Сама же Поль не могла, к несчастью, разделить такого энтузиазма бросаться грудью на амбразуру или умирать во имя чего-то великого. Она предпочла бы просто жить, и чтобы живы были ее друзья. И Монстр. Ему она тоже совершенно не желала смерти.
Теперь Поль не могла думать ни о чем другом, кроме самоубийственного плана Кэтрин. Конечно, подруга не посвятила ее в подробности, но не нужно было быть гением, чтобы из фрагментов сложить цельную картинку.
Глаза у американки горели, она словно выздоровела после долгой болезни и снова стала прежней собой. И в силу этих обстоятельств, Поль особенно боялась идти в допросную. Вдруг Монстр снова полезет в ее сознание и обнаружит там ее переживания на счет готовящегося бунта? Вряд ли ему это понравится.
Но Поль повезло: в следующую встречу Рихард принес с собой не только армейские пайки, но и толстые красивые альбомы по искусству. Видимо, именно так он расценил просьбу о книгах с картинками – очень буквально. И Поль было стыдно признаться в том, что она имела в виду обычные, художественные книги с иллюстрациями. Когда в Алжире она училась читать, что давалось ей довольно трудно, она предпочитала именно те издания, где были изображения, которые можно было разглядывать часами, спрятавшись в чулане лавки Гловача.
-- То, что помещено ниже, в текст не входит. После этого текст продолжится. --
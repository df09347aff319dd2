"""No lost updates: ETags on reads, If-Match required on updates, 412 when stale."""
from __future__ import annotations

import threading
from typing import Any

import pytest
from django.db import connection, transaction
from django.test import TestCase, TransactionTestCase
from drf_spectacular.generators import SchemaGenerator
from rest_framework.test import APIClient

from registry import services
from registry.models import Laser, Person
from tests.registry.api_world import World, build_world, register_state
from tests.registry.test_api_permissions import ROWS


def _register(*, asset_tag: str = "ET-0001") -> tuple[Person, Person, Laser]:
    first = services.person_create(username="ada", role="lso")
    second = services.person_create(username="bo", role="lso")
    room = services.location_create(code="et-1", site="E", building="E", room="1", by=first)
    laser = services.laser_register(by=first, asset_tag=asset_tag, laser_type="gas", labelled_class="3B",
                                    owner=first, location=room, description="as registered")
    return first, second, laser


def _client(person: Person) -> APIClient:
    client = APIClient()
    client.force_authenticate(user=person.user)
    return client


class ETagTests(TestCase):
    @classmethod
    def setUpTestData(cls) -> None:
        cls.first, cls.second, cls.laser = _register()
        cls.url = f"/api/v1/lasers/{cls.laser.pk}/"

    def _history_rows(self) -> int:
        return self.laser.history.count()

    def test_a_read_carries_an_etag_that_changes_when_the_record_does(self) -> None:
        before = _client(self.first).get(self.url)["ETag"]
        self.assertRegex(before, r'^"[0-9a-f]{32}"$')
        self.assertEqual(_client(self.second).get(self.url)["ETag"], before)
        services.laser_update(laser=self.laser, by=self.first, description="moved")
        self.assertNotEqual(_client(self.first).get(self.url)["ETag"], before)

    def test_an_update_without_if_match_is_refused_with_428_and_changes_nothing(self) -> None:
        rows = self._history_rows()
        response = _client(self.first).patch(self.url, {"description": "blind write"}, format="json")
        self.assertEqual(response.status_code, 428)
        self.assertIn("If-Match", response.json()["detail"])
        self.laser.refresh_from_db()
        self.assertEqual(self.laser.description, "as registered")
        self.assertEqual(self._history_rows(), rows)

    def test_the_second_of_two_editors_working_from_the_same_copy_gets_412(self) -> None:
        etag = _client(self.first).get(self.url)["ETag"]
        self.assertEqual(_client(self.second).get(self.url)["ETag"], etag)
        first = _client(self.first).patch(self.url, {"description": "first edit"}, format="json",
                                          HTTP_IF_MATCH=etag)
        self.assertEqual(first.status_code, 200)
        self.assertNotEqual(first["ETag"], etag)
        rows = self._history_rows()
        second = _client(self.second).patch(self.url, {"description": "second edit"}, format="json",
                                            HTTP_IF_MATCH=etag)
        self.assertEqual(second.status_code, 412)
        self.laser.refresh_from_db()
        self.assertEqual(self.laser.description, "first edit")
        self.assertEqual(self._history_rows(), rows)

    def test_the_etag_of_an_update_answer_is_good_for_the_next_update(self) -> None:
        etag = _client(self.first).get(self.url)["ETag"]
        answer = _client(self.first).patch(self.url, {"description": "one"}, format="json", HTTP_IF_MATCH=etag)
        self.assertEqual(answer.json()["description"], "one")
        self.assertEqual(answer["ETag"], _client(self.first).get(self.url)["ETag"])
        again = _client(self.first).patch(self.url, {"description": "two"}, format="json",
                                          HTTP_IF_MATCH=answer["ETag"])
        self.assertEqual(again.status_code, 200)

    def test_a_weak_etag_never_matches(self) -> None:
        # RFC 9110 13.1.1: If-Match uses the strong comparison.
        etag = _client(self.first).get(self.url)["ETag"]
        response = _client(self.first).patch(self.url, {"description": "weak"}, format="json",
                                             HTTP_IF_MATCH=f"W/{etag}")
        self.assertEqual(response.status_code, 412)

    def test_a_stale_if_match_on_a_workflow_step_is_refused_too(self) -> None:
        etag = _client(self.first).get(self.url)["ETag"]
        services.emission_create(laser=self.laser, by=self.first, wavelength_m="633 nm", temporal_mode="cw",
                                 average_power_W="20 mW")
        response = _client(self.second).post(f"{self.url}approve/", {}, format="json", HTTP_IF_MATCH=etag)
        self.assertEqual(response.status_code, 412)
        self.laser.refresh_from_db()
        self.assertEqual(self.laser.status, "pending_review")


@pytest.mark.skipif(connection.vendor != "postgresql", reason="row locks need PostgreSQL; SQLite serialises writers")
class ConcurrentEditTests(TransactionTestCase):
    """Two LSOs send their edits at the same moment from the same copy: one wins, one gets 412."""

    def test_exactly_one_of_two_simultaneous_edits_succeeds(self) -> None:
        first, second, laser = _register(asset_tag="ET-0002")
        url = f"/api/v1/lasers/{laser.pk}/"
        etag = _client(first).get(url)["ETag"]
        start = threading.Barrier(2)
        statuses: dict[str, int] = {}

        def edit(person: Person, text: str) -> None:
            try:
                start.wait()
                response = _client(person).patch(url, {"description": text}, format="json", HTTP_IF_MATCH=etag)
                statuses[text] = response.status_code
            finally:
                connection.close()

        threads = [threading.Thread(target=edit, args=(first, "edit by ada")),
                   threading.Thread(target=edit, args=(second, "edit by bo"))]
        for thread in threads:
            thread.start()
        for thread in threads:
            thread.join()
        self.assertEqual(sorted(statuses.values()), [200, 412])
        winner = next(text for text, status in statuses.items() if status == 200)
        laser.refresh_from_db()
        self.assertEqual(laser.description, winner)
        self.assertEqual(laser.history.filter(description__startswith="edit by").count(), 1)


class IfMatchInTheSchemaTests(TestCase):
    """Issue 9: the schema says where If-Match is read, and the server does what it says."""

    world: World

    @classmethod
    def setUpTestData(cls) -> None:
        cls.world = build_world()
        cls.operations = {
            (method, path): operation
            for path, item in SchemaGenerator().get_schema(request=None, public=True)["paths"].items()
            for method, operation in item.items() if method in {"get", "post", "put", "patch", "delete"}}

    def _if_match(self, operation: dict[str, Any]) -> dict[str, Any] | None:
        return next((parameter for parameter in operation.get("parameters", [])
                     if parameter["in"] == "header" and parameter["name"] == "If-Match"), None)

    def test_every_update_requires_it_and_every_workflow_step_offers_it_with_the_answers(self) -> None:
        updates = steps = 0
        for (method, path), operation in sorted(self.operations.items()):
            with self.subTest(operation=f"{method} {path}"):
                if_match = self._if_match(operation)
                if method in {"put", "patch"}:
                    updates += 1
                    self.assertIsNotNone(if_match)
                    self.assertIs(if_match["required"], True)
                    self.assertLessEqual({"409", "412", "428"}, operation["responses"].keys())
                elif method == "post" and "{id}" in path:
                    # A workflow step on one record (RegisterViewSet.workflow_step).
                    steps += 1
                    self.assertIsNotNone(if_match)
                    self.assertIs(if_match.get("required", False), False)
                    self.assertLessEqual({"409", "412"}, operation["responses"].keys())
                    self.assertNotIn("428", operation["responses"])
                else:
                    self.assertIsNone(if_match)
                    self.assertNotIn("412", operation["responses"])
        # PUT and PATCH on ten collections; 19 steps and seven collections' retire.
        self.assertEqual(updates, 20)
        self.assertEqual(steps, 26)

    def test_each_operation_declaring_it_answers_412_to_a_stale_one_and_428_if_required_and_missing(self) -> None:
        rows = {(row.method, row.template): row for row in ROWS.values()}
        checked = 0
        for (method, path), operation in sorted(self.operations.items()):
            if_match = self._if_match(operation)
            if if_match is None:
                continue
            row = rows[(method, path)]
            checked += 1
            with self.subTest(operation=f"{method} {path}"), transaction.atomic():
                before = register_state()
                client = self.world.client("lso")
                body = row.body(self.world) if row.body else None
                stale = getattr(client, method)(row.path(self.world), body, format="json",
                                                HTTP_IF_MATCH='"0123456789abcdef0123456789abcdef"')
                self.assertEqual(stale.status_code, 412, stale.content[:300])
                missing = getattr(client, method)(row.path(self.world), body, format="json")
                if if_match.get("required", False):
                    self.assertEqual(missing.status_code, 428, missing.content[:300])
                    self.assertEqual(register_state(), before)
                else:
                    self.assertNotIn(missing.status_code, {412, 428}, missing.content[:300])
                transaction.set_rollback(True)
        self.assertEqual(checked, 46)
Но выбирать особенно не приходилось. К несчастью, альбомы по искусству были на немецком, хотя в них тоже нашлось много интересного для девушки – хорошая, красивая бумага, качественная печать и красочные цветные репродукции. Разглядывая эти сокровища, Поль даже забыла о своих переживаниях, связанных с Кэтрин. Монстр перевел ей несколько надписей и немного рассказал о художниках, чьим кистям принадлежали картины, а также о том, что все они представители романтизма, которому сильно симпатизировал Фюрер и военная верхушка. Когда мужчина попытался объяснить Поль, что такое романтизм, девушка обиженно надулась и возразила, что не настолько глупа. Все-таки ее соседом и другом был Фалих, учившийся в школе искусств и прожужжавший ей все уши об эпохах, жанрах и стилях.